*ENTRIES SUPPLIED*.
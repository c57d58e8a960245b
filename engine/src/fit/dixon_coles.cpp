#include "liveprob/engine/fit/dixon_coles.hpp"
#include "liveprob/engine/fit/prices_to_prior.hpp"

#include <Eigen/Dense>

#include <algorithm>
#include <cstdio>
#include <cmath>
#include <stdexcept>
#include <unordered_map>

namespace liveprob::fit {

double dixon_coles_tau(int x, int y, double lambda, double nu, double rho) noexcept {
    if (x == 0 && y == 0) return 1.0 - lambda * nu * rho;
    if (x == 0 && y == 1) return 1.0 + lambda * rho;
    if (x == 1 && y == 0) return 1.0 + nu * rho;
    if (x == 1 && y == 1) return 1.0 - rho;
    return 1.0;
}

const TeamRating* Ratings::find(std::string_view name) const noexcept {
    auto it = std::lower_bound(teams.begin(), teams.end(), name,
                               [](const TeamRating& t, std::string_view n) { return t.name < n; });
    return (it != teams.end() && it->name == name) ? &*it : nullptr;
}

ExpectedGoals expected_goals(const Ratings& r, const TeamRating& home, const TeamRating& away,
                             bool neutral) noexcept {
    const double h = neutral ? 0.0 : r.home_advantage;
    return {std::exp(r.intercept + h + home.attack - away.defence),
            std::exp(r.intercept + away.attack - home.defence)};
}

OutcomeProbabilities outcome_probabilities(double lh, double la, double rho) {
    const PreMatchProbabilities p = independent_poisson(lh, la, std::nullopt);
    // The τ corrections move mass between the four low scores only.
    const double p0h = std::exp(-lh), p0a = std::exp(-la);
    const double p00 = p0h * p0a, p10 = lh * p0h * p0a, p01 = p0h * la * p0a, p11 = lh * la * p00;
    OutcomeProbabilities out{p.home, p.draw, p.away};
    out.draw += p00 * (-lh * la * rho) + p11 * (-rho);
    out.home += p10 * (la * rho);
    out.away += p01 * (lh * rho);
    return out;
}

namespace {

std::string shrink_warning(std::string_view name, double weighted, double minimum) {
    char buf[160];
    std::snprintf(buf, sizeof buf, "only %.1f weighted matches (minimum %.1f); rating shrunk toward the average",
                  weighted, minimum);
    return "team '" + std::string(name) + "': " + buf;
}

struct Game {
    int home, away, x, y;
    bool neutral;
    double w;
};

// d log τ / d η_home, d η_away, d ρ for one game (zero outside the four low scores).
struct TauSlopes {
    double home = 0.0, away = 0.0, rho = 0.0;
};

TauSlopes tau_slopes(const Game& g, double lambda, double nu, double rho) {
    const double t = dixon_coles_tau(g.x, g.y, lambda, nu, rho);
    if (g.x == 0 && g.y == 0) return {-lambda * nu * rho / t, -lambda * nu * rho / t, -lambda * nu / t};
    if (g.x == 0 && g.y == 1) return {lambda * rho / t, 0.0, lambda / t};
    if (g.x == 1 && g.y == 0) return {0.0, nu * rho / t, nu / t};
    if (g.x == 1 && g.y == 1) return {0.0, 0.0, -1.0 / t};
    return {};
}

// The parameter vector: attack[0..n), defence[0..n), μ, h.
struct Theta {
    Eigen::VectorXd attack, defence;
    double mu = 0.0, home = 0.0;
};

class Solver {
public:
    Solver(std::vector<Game> games, int teams, Eigen::VectorXd precision)
        : games_(std::move(games)), n_(teams), precision_(std::move(precision)) {}

    double eta_home(const Theta& t, const Game& g) const {
        return t.mu + (g.neutral ? 0.0 : t.home) + t.attack[g.home] - t.defence[g.away];
    }
    double eta_away(const Theta& t, const Game& g) const {
        return t.mu + t.attack[g.away] - t.defence[g.home];
    }

    // Weighted log-likelihood with −log y! and τ; `penalised` subtracts the shrinkage prior.
    double log_likelihood(const Theta& t, double rho, bool penalised) const {
        double ll = 0.0;
        for (const auto& g : games_) {
            const double eh = eta_home(t, g), ea = eta_away(t, g);
            const double lh = std::exp(eh), la = std::exp(ea);
            double term = g.x * eh - lh - std::lgamma(g.x + 1.0) + g.y * ea - la - std::lgamma(g.y + 1.0);
            if (rho != 0.0) term += std::log(dixon_coles_tau(g.x, g.y, lh, la, rho));
            ll += g.w * term;
        }
        if (penalised)
            ll -= 0.5 * (precision_.array() * (t.attack.array().square() + t.defence.array().square())).sum();
        return ll;
    }

    // One Newton step on the constrained, penalised problem at fixed ρ. Returns the step.
    // The KKT system is ordered [attack | defence, μ, h, ν_attack, ν_defence]; the attack
    // block of the information is diagonal, so it is eliminated first (Schur complement).
    void assemble(const Theta& t, double rho) {
        const int m = n_ + 4;
        a_diag_ = precision_;
        b_ = Eigen::MatrixXd::Zero(n_, m);
        k_ = Eigen::MatrixXd::Zero(m, m);
        k_.diagonal().head(n_) = precision_;
        g_x_ = -precision_.cwiseProduct(t.attack);
        g_y_ = Eigen::VectorXd::Zero(m);
        g_y_.head(n_) = -precision_.cwiseProduct(t.defence);
        const int mu = n_, h = n_ + 1;
        for (const auto& g : games_) {
            const double lh = std::exp(eta_home(t, g)), la = std::exp(eta_away(t, g));
            const TauSlopes s = rho != 0.0 ? tau_slopes(g, lh, la, rho) : TauSlopes{};
            // Scores of η_home and η_away; information w·λ (the τ curvature is left out: a
            // quasi-Newton step with the exact gradient, safeguarded by the line search).
            const double sh = g.w * (g.x - lh + s.home), sa = g.w * (g.y - la + s.away);
            const double ih = g.w * lh, ia = g.w * la;
            const bool home_term = !g.neutral;
            // η_home = μ + h + a_home − d_away
            add_score_term(g.home, g.away, mu, sh, ih);
            if (home_term) {
                g_y_[h] += sh;
                b_(g.home, h) += ih;
                k_(g.away, h) -= ih;
                k_(mu, h) += ih;
                k_(h, h) += ih;
            }
            // η_away = μ + a_away − d_home
            add_score_term(g.away, g.home, mu, sa, ia);
        }
        // Constraint rows: Σ attack = 0 (ν_attack), Σ defence = 0 (ν_defence).
        b_.col(n_ + 2).setOnes();
        for (int i = 0; i < n_; ++i) k_(i, n_ + 3) = 1.0;
        // Symmetrise K (only the upper triangle was accumulated for the d/μ/h couplings).
        const Eigen::MatrixXd full = k_.selfadjointView<Eigen::Upper>();
        k_ = full;
        const Eigen::MatrixXd w = a_diag_.cwiseInverse().asDiagonal() * b_;  // A⁻¹B
        schur_ = k_ - b_.transpose() * w;
        lu_.compute(schur_);
        w_ = w;
    }

    Theta newton_step() const {
        const Eigen::VectorXd ax = g_x_.cwiseQuotient(a_diag_);
        const Eigen::VectorXd dy = lu_.solve(g_y_ - b_.transpose() * ax);
        Theta step;
        step.attack = ax - w_ * dy;
        step.defence = dy.head(n_);
        step.mu = dy[n_];
        step.home = dy[n_ + 1];
        return step;
    }

    // Standard errors: square roots of the diagonal of the constrained inverse information
    // (the parameter block of the inverse KKT matrix).
    void standard_errors(Eigen::VectorXd& attack_se, Eigen::VectorXd& defence_se, double& mu_se,
                         double& home_se) const {
        const Eigen::MatrixXd s_inv = lu_.inverse();
        // Attack block of the inverse: A⁻¹ + (A⁻¹B) S⁻¹ (A⁻¹B)ᵀ; only its diagonal is needed.
        const Eigen::VectorXd through_schur = (w_ * s_inv).cwiseProduct(w_).rowwise().sum();
        attack_se = (a_diag_.cwiseInverse() + through_schur).cwiseMax(0.0).cwiseSqrt();
        defence_se = s_inv.diagonal().head(n_).cwiseMax(0.0).cwiseSqrt();
        mu_se = std::sqrt(std::max(s_inv(n_, n_), 0.0));
        home_se = std::sqrt(std::max(s_inv(n_ + 1, n_ + 1), 0.0));
    }

    // ρ maximising the τ log-likelihood with λ, ν held: the function is concave in ρ, so
    // bisection on its slope within the range where every τ stays positive.
    double best_rho(const Theta& t, double& second_derivative) const {
        double lo = -0.999, hi = 0.999;
        for (const auto& g : games_) {
            const double lh = std::exp(eta_home(t, g)), la = std::exp(eta_away(t, g));
            if (g.x == 0 && g.y == 0) hi = std::min(hi, 1.0 / (lh * la));
            if (g.x == 0 && g.y == 1) lo = std::max(lo, -1.0 / lh);
            if (g.x == 1 && g.y == 0) lo = std::max(lo, -1.0 / la);
        }
        const double margin = 1e-9 * (hi - lo);
        lo += margin;
        hi -= margin;
        auto slope = [&](double rho, double* curvature) {
            double d1 = 0.0, d2 = 0.0;
            for (const auto& g : games_) {
                if (g.x > 1 || g.y > 1) continue;
                const double lh = std::exp(eta_home(t, g)), la = std::exp(eta_away(t, g));
                const double s = tau_slopes(g, lh, la, rho).rho;
                d1 += g.w * s;
                d2 -= g.w * s * s;
            }
            if (curvature) *curvature = d2;
            return d1;
        };
        for (int i = 0; i < 200 && hi - lo > 1e-14; ++i) {
            const double mid = 0.5 * (lo + hi);
            (slope(mid, nullptr) > 0.0 ? lo : hi) = mid;
        }
        const double rho = 0.5 * (lo + hi);
        slope(rho, &second_derivative);
        return rho;
    }

    int teams() const { return n_; }

private:
    // One side's linear predictor μ + a_attacker − d_defender: its score `score` and
    // information `info` added to the gradient and to the blocks of the Newton system.
    void add_score_term(int attacker, int defender, int mu, double score, double info) {
        g_x_[attacker] += score;
        g_y_[defender] -= score;
        g_y_[mu] += score;
        a_diag_[attacker] += info;
        b_(attacker, defender) -= info;
        b_(attacker, mu) += info;
        k_(defender, defender) += info;
        k_(defender, mu) -= info;
        k_(mu, mu) += info;
    }

    std::vector<Game> games_;
    int n_;
    Eigen::VectorXd precision_;
    Eigen::VectorXd a_diag_, g_x_, g_y_;
    Eigen::MatrixXd b_, k_, schur_, w_;
    Eigen::PartialPivLU<Eigen::MatrixXd> lu_;
};

double largest(const Theta& s) {
    return std::max({s.attack.cwiseAbs().maxCoeff(), s.defence.cwiseAbs().maxCoeff(),
                     std::abs(s.mu), std::abs(s.home)});
}

Theta moved(const Theta& t, const Theta& step, double f) {
    Theta out = t;
    out.attack += f * step.attack;
    out.defence += f * step.defence;
    out.mu += f * step.mu;
    out.home += f * step.home;
    return out;
}

// Newton iterations with step halving at fixed ρ; returns iterations used.
int newton(Solver& solver, Theta& t, double rho, const RatingsFitOptions& o, bool& converged) {
    double objective = solver.log_likelihood(t, rho, true);
    for (int it = 1; it <= o.max_iterations; ++it) {
        solver.assemble(t, rho);
        const Theta step = solver.newton_step();
        double f = 1.0;
        Theta next = moved(t, step, f);
        double next_objective = solver.log_likelihood(next, rho, true);
        while (!(next_objective >= objective - 1e-12 * std::abs(objective)) && f > 1e-6) {
            f *= 0.5;
            next = moved(t, step, f);
            next_objective = solver.log_likelihood(next, rho, true);
        }
        t = next;
        objective = next_objective;
        if (largest(step) * f < o.tolerance) {
            converged = true;
            return it;
        }
    }
    converged = false;
    return o.max_iterations;
}

}  // namespace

*WHAT IS NEEDED*. The first line of the entries, the line with "ExpectedGoals expected_goals(const Ratings&", and every line between them should be retyped exactly, and nothing else.

*SOLUTION TO THIS TASK*.
repository c57d58e8a960245b
filename engine/src/fit/dixon_coles.cpp
#include "liveprob/engine/fit/dixon_coles.hpp"
#include "liveprob/engine/fit/prices_to_prior.hpp"

#include <Eigen/Dense>

#include <algorithm>
#include <cstdio>
#include <cmath>
#include <stdexcept>
#include <unordered_map>

namespace liveprob::fit {

double dixon_coles_tau(int x, int y, double lambda, double nu, double rho) noexcept {
    if (x == 0 && y == 0) return 1.0 - lambda * nu * rho;
    if (x == 0 && y == 1) return 1.0 + lambda * rho;
    if (x == 1 && y == 0) return 1.0 + nu * rho;
    if (x == 1 && y == 1) return 1.0 - rho;
    return 1.0;
}

const TeamRating* Ratings::find(std::string_view name) const noexcept {
    auto it = std::lower_bound(teams.begin(), teams.end(), name,
                               [](const TeamRating& t, std::string_view n) { return t.name < n; });
    return (it != teams.end() && it->name == name) ? &*it : nullptr;
}

ExpectedGoals expected_goals(const Ratings& r, const TeamRating& home, const TeamRating& away,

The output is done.